Could you return all of the records exactly as they stand?

───── Supplied material ─────

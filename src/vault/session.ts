import { Failure } from '../base/failure.ts'
import type { Log } from '../base/ports.ts'
import type { CatalogClient } from './catalog.ts'
import { asText, giveBack } from './connections.ts'
import type { VaultConnections } from './connections.ts'

/** Runs `work` in one read-only snapshot, for the catalogue: no row of a person is asked for here. */
export async function runSession<T>(connections: VaultConnections, timeoutMs: number, log: Log, work: (client: CatalogClient) => Promise<T>): Promise<T> {
  const opaque = async <R>(reply: Promise<R>): Promise<R> => {
    try {
      return await reply
    } catch {
      const failure = new Failure('vault')
      log('error', 'vault catalogue query failed', { reference: failure.reference })
      throw failure
    }
  }
  const client = await opaque(connections.asking.connect())
  let whole = false
  try {
    await opaque(client.query('begin isolation level repeatable read read only'))
    await opaque(client.query(`select set_config('statement_timeout', $1, true)`, [`${timeoutMs}ms`]))
    const result = await work({
      query: async ({ text, values = [] }) => opaque(client.query<unknown[]>({ text, values, rowMode: 'array', types: asText })),
    })
    await opaque(client.query('commit'))
    whole = true
    return result
  } finally {
    giveBack(client, whole)
  }
}
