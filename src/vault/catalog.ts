import type { Catalog, CatalogTable } from '../catalog/catalog.ts'
import { relationsSql, serverSql } from './catalog-sql.ts'

/** As much of a `pg` client as the reader needs; every value asked for is text, so the client's type parsers do not matter. */
export interface CatalogClient {
  query(query: { readonly text: string; readonly values?: unknown[]; readonly rowMode: 'array' }): Promise<{ readonly rows: readonly (readonly unknown[])[] }>
}

/** The first and the last server whose pg_catalog the reader was written for: above the last is tried, below the first is refused. */
export const oldestServer = 13

/**
 * The shape of the relations in `schemas` and in every schema they lead to, from pg_catalog alone: no row of a table is read. Throws an Error for a server that is too old, and whatever the client
 * throws. A `readsFrom` entry that ends in `()` is a function that a view calls; inheritance children and partitions count as read by their parent.
 */
export async function readCatalog(client: CatalogClient, schemas: readonly string[]): Promise<Catalog> {
  const server = await client.query({ text: serverSql, rowMode: 'array' })
  const [systemIdentifier, version] = (server.rows[0] ?? []).map(String)
  const serverVersion = Number(version)
  if (systemIdentifier === undefined || !(serverVersion >= oldestServer * 10_000)) throw new Error(`the vault must be PostgreSQL ${oldestServer} or newer`)
  for (let wanted: ReadonlySet<string> = new Set(schemas); ;) {
    const relations = await client.query({ text: relationsSql, values: [[...wanted]], rowMode: 'array' })
    const tables = relations.rows.map((row) => JSON.parse(String(row[0])) as CatalogTable)
    const wider = new Set([...wanted, ...tables.flatMap(schemasReached)])
    if (wider.size === wanted.size) return { systemIdentifier, serverVersion, tables }
    wanted = wider
  }
}

/** Where a table's foreign keys and a view's sources lie: what they lead to has to be known as well, to tell whether it is about persons. */
function schemasReached(table: CatalogTable): readonly string[] {
  return [
    ...table.foreignKeys.map((key) => key.schema),
    ...table.readsFrom.filter((read) => !read.endsWith('()')).map((read) => read.slice(0, read.indexOf('.'))),
  ]
}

─────

> **Your solution**:
filename src/vault/session.ts
import { Failure } from '../base/failure.ts'
import type { Log } from '../base/ports.ts'
import type { CatalogClient } from './catalog.ts'
import { asText, giveBack } from './connections.ts'
import type { VaultConnections } from './connections.ts'

/** Runs `work` in one read-only snapshot, for the catalogue: no row of a person is asked for here. */
export async function runSession<T>(connections: VaultConnections, timeoutMs: number, log: Log, work: (client: CatalogClient) => Promise<T>): Promise<T> {
  const opaque = async <R>(reply: Promise<R>): Promise<R> => {
    try {
      return await reply
    } catch {
      const failure = new Failure('vault')
      log('error', 'vault catalogue query failed', { reference: failure.reference })
      throw failure
    }
  }
  const client = await opaque(connections.asking.connect())
  let whole = false
  try {
    await opaque(client.query('begin isolation level repeatable read read only'))
    await opaque(client.query(`select set_config('statement_timeout', $1, true)`, [`${timeoutMs}ms`]))
    const result = await work({
      query: async ({ text, values = [] }) => opaque(client.query<unknown[]>({ text, values, rowMode: 'array', types: asText })),
    })
    await opaque(client.query('commit'))
    whole = true
    return result
  } finally {
    giveBack(client, whole)
  }
}
filename src/vault/catalog.ts
import type { Catalog, CatalogTable } from '../catalog/catalog.ts'
import { relationsSql, serverSql } from './catalog-sql.ts'

/** As much of a `pg` client as the reader needs; every value asked for is text, so the client's type parsers do not matter. */
export interface CatalogClient {
  query(query: { readonly text: string; readonly values?: unknown[]; readonly rowMode: 'array' }): Promise<{ readonly rows: readonly (readonly unknown[])[] }>
}

/** The first and the last server whose pg_catalog the reader was written for: above the last is tried, below the first is refused. */
export const oldestServer = 13

/**
 * The shape of the relations in `schemas` and in every schema they lead to, from pg_catalog alone: no row of a table is read. Throws an Error for a server that is too old, and whatever the client
 * throws. A `readsFrom` entry that ends in `()` is a function that a view calls; inheritance children and partitions count as read by their parent.
 */
export async function readCatalog(client: CatalogClient, schemas: readonly string[]): Promise<Catalog> {
  const server = await client.query({ text: serverSql, rowMode: 'array' })
  const [systemIdentifier, version] = (server.rows[0] ?? []).map(String)
  const serverVersion = Number(version)
  if (systemIdentifier === undefined || !(serverVersion >= oldestServer * 10_000)) throw new Error(`the vault must be PostgreSQL ${oldestServer} or newer`)
  for (let wanted: ReadonlySet<string> = new Set(schemas); ;) {
    const relations = await client.query({ text: relationsSql, values: [[...wanted]], rowMode: 'array' })
    const tables = relations.rows.map((row) => JSON.parse(String(row[0])) as CatalogTable)
    const wider = new Set([...wanted, ...tables.flatMap(schemasReached)])
    if (wider.size === wanted.size) return { systemIdentifier, serverVersion, tables }
    wanted = wider
  }
}

/** Where a table's foreign keys and a view's sources lie: what they lead to has to be known as well, to tell whether it is about persons. */
function schemasReached(table: CatalogTable): readonly string[] {
  return [
    ...table.foreignKeys.map((key) => key.schema),
    ...table.readsFrom.filter((read) => !read.endsWith('()')).map((read) => read.slice(0, read.indexOf('.'))),
  ]
}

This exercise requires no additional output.